Et alors qu’il entrait dans ses bureaux, il entendit la voix de Mathias dans son dos.

– Merci d’être passé, ça me touche beaucoup.

– Je n’aime pas quand on s’engueule, tu sais, répondit Antoine en se retournant.

– Moi non plus.

– N’en parlons plus alors, c’est derrière nous.

– Oui, c’est derrière nous, reprit Mathias.

– Tu rentres tard ce soir ?

– Pourquoi ?

– J’ai promis à McKenzie de l’emmener dîner chez Yvonne… pour le remercier d’être venu nous aider à la maison, alors si tu pouvais garder les enfants, ce serait bien.

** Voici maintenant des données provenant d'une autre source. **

"use client";

import { flexRender, getCoreRowModel, useReactTable, type ColumnDef, type RowSelectionState } from "@tanstack/react-table";
import { Fragment, useMemo, useState } from "react";
import type { AssessmentSurface } from "@/lib/assessment/doc";
import { useAssessmentCtx } from "./context";
import { U_UNIT } from "./layer-stack/format";
import * as f from "./results/format";
import type { SurfaceFigures, surfaceTotals } from "./surface-edits";
import { AreaField, ExistingStackField, KindField, LabelField, OpeningsEditor, openingsSummary, OrientationField, ProposedField, SurfaceFiguresText } from "./surface-fields";

export type RowActions = { duplicate: (i: number) => void; remove: (i: number) => void };

type Meta = { className: string };
/** What the cells read that changes while typing. The column definitions themselves stay the same
 * objects (a new cell function would be a new component type, remounting the inputs and losing focus). */
type TableMeta = { figures: Map<string, SurfaceFigures> | null; open: Set<string>; toggleOpen: (id: string) => void; actions: RowActions; units: "ip" | "si" };
const metaOf = (t: { options: { meta?: unknown } }) => t.options.meta as TableMeta;

const th = "px-2 py-2 text-left align-bottom text-xs font-semibold uppercase tracking-wide text-ink-muted";

/** The surfaces as an editable grid (desktop): real inputs in every cell, one row per surface. */
export function SurfacesTable({
  selection,
  onSelection,
  figures,
  totals,
  actions,
}: {
  selection: RowSelectionState;
  onSelection: (next: RowSelectionState) => void;
  figures: Map<string, SurfaceFigures> | null;
  totals: ReturnType<typeof surfaceTotals>;
  actions: RowActions;
}) {
  const { doc, readOnly, units } = useAssessmentCtx();
  const [open, setOpen] = useState<Set<string>>(new Set());
  const toggleOpen = (id: string) => setOpen((o) => { const n = new Set(o); if (n.has(id)) n.delete(id); else n.add(id); return n; });

  const columns = useMemo(() => surfaceColumns(readOnly), [readOnly]);
  const meta: TableMeta = { figures, open, toggleOpen, actions, units };

  // eslint-disable-next-line react-hooks/incompatible-library -- TanStack Table re-renders on its own state; this component is not memoised
  const table = useReactTable({
    data: doc.surfaces,
    columns,
    getRowId: (s) => s.id,
    getCoreRowModel: getCoreRowModel(),
    enableRowSelection: !readOnly,
    state: { rowSelection: selection },
    onRowSelectionChange: (u) => onSelection(typeof u === "function" ? u(selection) : u),
    meta,
  });
  const colCount = table.getVisibleLeafColumns().length;
  const lead = readOnly ? 0 : 1;

  return (
    <div className="-mx-2 overflow-x-auto px-2 pb-1" data-testid="surface-table">
      <table className="w-full min-w-[60rem] border-collapse text-sm" data-testid="surface-list">
        <caption className="sr-only">Surfaces of the house: one row each, with its openings, layer stacks and heat loss</caption>
        <thead>
          {table.getHeaderGroups().map((g) => (
            <tr key={g.id} className="border-b border-line">
              {g.headers.map((h) => (
                <th key={h.id} scope="col" className={`${th} ${(h.column.columnDef.meta as Meta | undefined)?.className ?? ""}`}>
                  {h.isPlaceholder ? null : flexRender(h.column.columnDef.header, h.getContext())}
                </th>
              ))}
            </tr>
          ))}
        </thead>
        <tbody>
          {table.getRowModel().rows.map((row) => (
            <Fragment key={row.id}>
              <tr className={`border-b border-line/60 align-top ${row.getIsSelected() ? "bg-spruce-50" : ""}`} data-testid={`surface-${row.index}`} data-surface-id={row.id}>
                {row.getVisibleCells().map((c) => (
                  <td key={c.id} className={`px-2 py-1.5 ${c.column.id === "figures" ? "pt-2.5 text-right" : ""} ${c.column.id === "select" ? "pt-3.5" : ""}`}>
                    {flexRender(c.column.columnDef.cell, c.getContext())}
                  </td>
                ))}
              </tr>
              {open.has(row.id) ? (
                <tr id={`openings-${row.id}`} className="border-b border-line/60 bg-paper" data-testid={`surface-${row.index}-openings`}>
                  {lead ? <td /> : null}
                  <td colSpan={colCount - lead} className="px-2 py-3">
                    <div className="max-w-3xl"><OpeningsEditor index={row.index} compact /></div>
                  </td>
                </tr>
              ) : null}
            </Fragment>
          ))}
        </tbody>
        <tfoot>
          <tr className="border-t-2 border-line font-semibold" data-testid="surface-totals">
            {lead ? <td /> : null}
            <th scope="row" className="px-2 py-2 text-left" colSpan={3}>Totals, {totals.count} surfaces</th>
            <td className="px-2 py-2 tabular-nums">{f.num(totals.gross)} ft²</td>
            <td className="px-2 py-2 tabular-nums">{f.num(totals.openings)} ft²</td>
            <td className="px-2 py-2 font-normal text-ink-muted" colSpan={2}>net {f.num(totals.net)} ft²</td>
            <td className="px-2 py-2 text-right tabular-nums" data-testid="surface-totals-ua">
              {totals.ua ? (
                <>
                  <span className="block">UA {f.num(f.uaValue(totals.ua.before, units), 1)}</span>
                  <span className="block font-normal text-ink-muted">→ {f.num(f.uaValue(totals.ua.after, units), 1)}</span>
                </>
              ) : "—"}
            </td>
            {readOnly ? null : <td />}
          </tr>
        </tfoot>
      </table>
    </div>
  );
}

function surfaceColumns(readOnly: boolean): ColumnDef<AssessmentSurface>[] {
  const cols: ColumnDef<AssessmentSurface>[] = [
    { id: "label", header: "Label", meta: { className: "min-w-36" }, cell: ({ row }) => <LabelField i={row.index} compact /> },
    { id: "kind", header: "Kind", meta: { className: "w-28" }, cell: ({ row }) => <KindField i={row.index} compact /> },
    { id: "orientation", header: "Facing", meta: { className: "w-28" }, cell: ({ row }) => <OrientationField i={row.index} compact /> },
    { id: "area", header: "Gross ft²", meta: { className: "w-24" }, cell: ({ row }) => <AreaField i={row.index} compact /> },
    {
      id: "openings",
      header: "Openings",
      meta: { className: "w-28" },
      cell: ({ row, table }) => {
        const { open, toggleOpen } = metaOf(table);
        const s = row.original;
        const expanded = open.has(s.id);
        return (
          <button type="button" className="btn-ghost min-h-10 w-full justify-between px-2 py-1 text-sm" aria-expanded={expanded} aria-controls={`openings-${s.id}`} aria-label={`Windows and doors in “${s.name}”: ${openingsSummary(s)}`} onClick={() => toggleOpen(s.id)}>
            <span className="tabular-nums">{openingsSummary(s)}</span>
            <span aria-hidden="true">{expanded ? "▴" : "▾"}</span>
          </button>
        );
      },
    },
    { id: "existing", header: "Existing layer stack", meta: { className: "min-w-44" }, cell: ({ row }) => <ExistingStackField i={row.index} compact /> },
    { id: "proposed", header: "Proposed", meta: { className: "min-w-36" }, cell: ({ row }) => <ProposedField i={row.index} compact /> },
    { id: "figures", header: ({ table }) => <>U / UA<span className="block font-normal normal-case">{U_UNIT[metaOf(table).units]} · {f.uaUnit(metaOf(table).units)}</span></>, meta: { className: "w-36 text-right" }, cell: ({ row, table }) => <SurfaceFiguresText figures={metaOf(table).figures?.get(row.original.id)} compact /> },
  ];
  if (readOnly) return cols;
  return [
    {
      id: "select",
      header: ({ table }) => (
        <input type="checkbox" className="h-5 w-5" aria-label="Select every surface" checked={table.getIsAllRowsSelected()} ref={(el) => { if (el) el.indeterminate = table.getIsSomeRowsSelected(); }} onChange={table.getToggleAllRowsSelectedHandler()} />
      ),
      meta: { className: "w-10" },
      cell: ({ row }) => <input type="checkbox" className="h-5 w-5" aria-label={`Select “${row.original.name}”`} checked={row.getIsSelected()} onChange={row.getToggleSelectedHandler()} />,
    },
    ...cols,
    {
      id: "actions",
      header: () => <span className="sr-only">Row actions</span>,
      meta: { className: "w-40" },
      cell: ({ row, table }) => (
        <div className="flex gap-1">
          <button type="button" className="btn-ghost min-h-10 px-2 py-1 text-sm" aria-label={`Duplicate “${row.original.name}”`} onClick={() => metaOf(table).actions.duplicate(row.index)}>Duplicate</button>
          <button type="button" className="btn-ghost min-h-10 px-2 py-1 text-sm text-danger" aria-label={`Delete “${row.original.name}”`} onClick={() => metaOf(table).actions.remove(row.index)}>Delete</button>
        </div>
      ),
    },
  ];
}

De retour dans sa librairie, Mathias décrocha le téléphone et appela Sophie.

*

Le téléphone sonnait. Sophie s’excusa auprès de sa cliente.

– Bien sûr que je peux, dit Sophie.

– Ça ne te dérange pas ? insista Mathias à l’autre bout du fil.

– Je ne te cache pas que je n’aime pas l’idée de mentir à Antoine.

– Je ne te demande pas de lui mentir, mais juste de ne rien lui dire.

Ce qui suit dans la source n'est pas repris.